**AVAILABLE DATA**.
- Opening Delimiter -
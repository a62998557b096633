import type { Expr, ProductExpr, QuotientExpr, Term, TermSign } from './expression.ts';
import { readExponent, readScripts } from './read-arguments.ts';
import { mixedNumber } from './read-numbers.ts';
import { numberOf, outer, type Read, READ_LIMITS, type Reader } from './reader.ts';

const SIGNS: Partial<Record<string, TermSign>> = { '+': 'plus', '-': 'minus', '±': 'plusminus', '∓': 'minusplus' };

/** Terms joined by signs. */
export function readSum(reader: Reader): Expr {
  const { start, kind } = reader.token;
  const terms: Term[] = [];
  const addTerm = (sign: TermSign, expr: Expr, from: number) =>
    terms.push({ sign, expr, span: { start: from, end: reader.lastEnd } });
  if (!SIGNS[kind]) addTerm('plus', readProduct(reader), start);
  for (;;) {
    const sign = SIGNS[reader.token.kind];
    // After `\int\frac{dx}{x}` the integrand is over.
    if (!sign || (reader.context.dx === 'ends' && reader.variable !== null)) break;
    const from = reader.next().start;
    addTerm(sign, readSigned(reader, readProduct), from);
  }
  const isBare = terms.length === 1 && !SIGNS[kind];
  return withBar(reader, isBare ? terms[0]!.expr : { kind: 'sum', terms, span: reader.span(start) }, start);
}

/** A second sign, as in `3--2` and `2\cdot-3`, makes a term of its own. */
export function readSigned(reader: Reader, read: Read): Expr {
  const { start, kind } = reader.token;
  const sign = SIGNS[kind];
  if (!sign) return read(reader);
  const expr = reader.deeper(() => {
    reader.next();
    return readSigned(reader, read);
  });
  const span = reader.span(start);
  return { kind: 'sum', terms: [{ sign, expr, span }], span };
}

/** `F|_a^b` without a `\left.`: the whole sum is meant, or only its last term. */
function withBar(reader: Reader, expr: Expr, start: number): Expr {
  if (!reader.is('|') || !reader.barIsScripted() || reader.context.bars > 0) return expr;
  const isSum = expr.kind === 'sum' && expr.terms.length > 1 && reader.choose('evaluated');
  reader.next();
  if (!isSum) return readEvaluation(reader, expr, start);
  const last = expr.terms[expr.terms.length - 1]!;
  const operand = readEvaluation(reader, last.expr, last.expr.span.start);
  const term = { ...last, expr: operand, span: { start: last.span.start, end: reader.lastEnd } };
  return { ...expr, terms: [...expr.terms.slice(0, -1), term], span: reader.span(start) };
}

/** The `_a^b` after an evaluation bracket or bar; the bracket itself was taken. */
export function readEvaluation(reader: Reader, operand: Expr, start: number): Expr {
  const [lower, upper] = readScripts(reader, readBound, readBound);
  const to = upper ?? lower ?? reader.fail('missing-operand _');
  const variable = lower?.variable ?? to.variable;
  const from = upper && lower && lower.value;
  return { kind: 'evaluated', operand, variable, from, to: to.value, span: reader.span(start) };
}

interface Bound {
  readonly variable: string | null;
  readonly value: Expr;
}

function readBound(reader: Reader): Bound {
  const variable = reader.ahead(/\{a=/y) ? reader.peek(1).text : null;
  if (variable === null) return { variable, value: readExponent(reader) };
  reader.skip(3);
  return { variable, value: reader.enclosed('}', reader.grammar.sum) };
}

/** Factors and divisions, from left to right. */
export function readProduct(reader: Reader, first?: Expr): Expr {
  const run = startRun(first ? outer(first).start : reader.token.start);
  addFactor(reader, run, first ?? readFactor(reader));
  for (;;) {
    const { kind, gap } = reader.token;
    if (reader.take('*×')) {
      if (reader.context.dx === 'ends' && reader.atDifferential()) return productOf(reader, run);
      addFactor(reader, run, readSigned(reader, readFactor), kind === '*' ? 'dot' : 'times');
    } else if (reader.is('/÷:')) divide(reader, run, kind === '/' ? 'slash' : 'divide');
    else if (reader.takeAll(/\{\}/y)) continue;
    else if (!opensInnerBar(reader) && !reader.startsFactor()) return productOf(reader, run);
    else if (reader.context.dx === 'held' && reader.atDifferential()) takeDifferential(reader);
    else addFactor(reader, run, readFactor(reader), 'implicit', gap);
  }
}

/** `|a|b|c|`: the second bar may also open an inner pair. */
function opensInnerBar(reader: Reader): boolean {
  const after = reader.peek(1).kind;
  return (
    reader.is('|') &&
    reader.token.side === '' &&
    reader.context.bars === 1 &&
    after !== '|' &&
    reader.grammar.atoms[after] !== undefined &&
    reader.choose('bars')
  );
}

/** The d and the letter after it. */
export function takeDifferential(reader: Reader): void {
  reader.next();
  reader.variable = reader.next().text;
}

function readFactor(reader: Reader): Expr {
  const { token } = reader;
  if (reader.context.dx !== 'held' || !reader.atDifferential()) return reader.grammar.power(reader);
  takeDifferential(reader);
  return reader.startsFactor() ? readFactor(reader) : numberOf(reader.span(token.start), 1n);
}

type Join = ProductExpr['joins'][number];

/** One product while it is read: factors so far, folded into a quotient at each division. */
export interface Run {
  readonly start: number;
  factors: Expr[];
  joins: Join[];
  divisions: number;
  /** The last division, which what stands directly after it may or may not belong to. */
  divided: Expr | null;
}

export function startRun(start: number): Run {
  return { start, factors: [], joins: [], divisions: 0, divided: null };
}

/** `gap`: a space parts the factor from the one before it. */
export function addFactor(reader: Reader, run: Run, expr: Expr, join: Join = 'implicit', gap = false): void {
  const { factors, joins } = run;
  const last = factors[factors.length - 1];
  if (last && join === 'implicit') {
    const mixed = gap ? null : mixedNumber(reader, last, expr);
    if (mixed) {
      factors[factors.length - 1] = mixed;
      return;
    }
    if (last === run.divided) reader.flags.add('slash-product');
    if (expr.kind === 'number' && last.kind === 'number' && !expr.bracketed && !last.bracketed) {
      reader.fail('bad-number *', expr.span);
    }
  }
  if (last) joins.push(join);
  if (expr.kind === 'product' && !expr.bracketed) {
    factors.push(...expr.factors);
    joins.push(...expr.joins);
  } else factors.push(expr);
}

/** The run as one expression. */
export function productOf(reader: Reader, { factors, joins, start }: Run): Expr {
  return factors.length === 1 ? factors[0]! : { kind: 'product', factors, joins, span: reader.span(start) };
}

function divide(reader: Reader, run: Run, written: QuotientExpr['written']): void {
  run.divisions += 1;
  if (run.divisions + reader.depth > READ_LIMITS.levels) reader.fail('too-deep');
  const numerator = productOf(reader, run);
  reader.next();
  const first = readSigned(reader, readFactor);
  const denominator = takesMore(reader, first) ? readJuxtaposed(reader, first) : first;
  run.divided = { kind: 'quotient', numerator, denominator, written, span: reader.span(run.start) };
  run.factors = [run.divided];
  run.joins = [];
}

/** `1/2x`: does what stands beside the divisor belong to it? */
function takesMore(reader: Reader, divisor: Expr): boolean {
  if (!reader.startsFactor()) return false;
  return (reader.is('F') && !reader.token.gap && divisor.kind === 'number') || reader.choose('slash');
}

/** All that stands directly beside the divisor, read as one product. */
function readJuxtaposed(reader: Reader, first: Expr): Expr {
  const run = startRun(outer(first).start);
  addFactor(reader, run, first);
  while (reader.startsFactor()) {
    const { gap } = reader.token;
    addFactor(reader, run, readFactor(reader), 'implicit', gap);
  }
  return productOf(reader, run);
}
- Closing Delimiter -
**DIRECTIONS FOR THIS TASK**.
Which lines of the records hold the string "export"? Copy each one.

**RESPONSE BOX**.
export function readSum(reader: Reader): Expr {
export function readSigned(reader: Reader, read: Read): Expr {
export function readEvaluation(reader: Reader, operand: Expr, start: number): Expr {
export function readProduct(reader: Reader, first?: Expr): Expr {
export function takeDifferential(reader: Reader): void {
export interface Run {
export function startRun(start: number): Run {
export function addFactor(reader: Reader, run: Run, expr: Expr, join: Join = 'implicit', gap = false): void {
export function productOf(reader: Reader, { factors, joins, start }: Run): Expr {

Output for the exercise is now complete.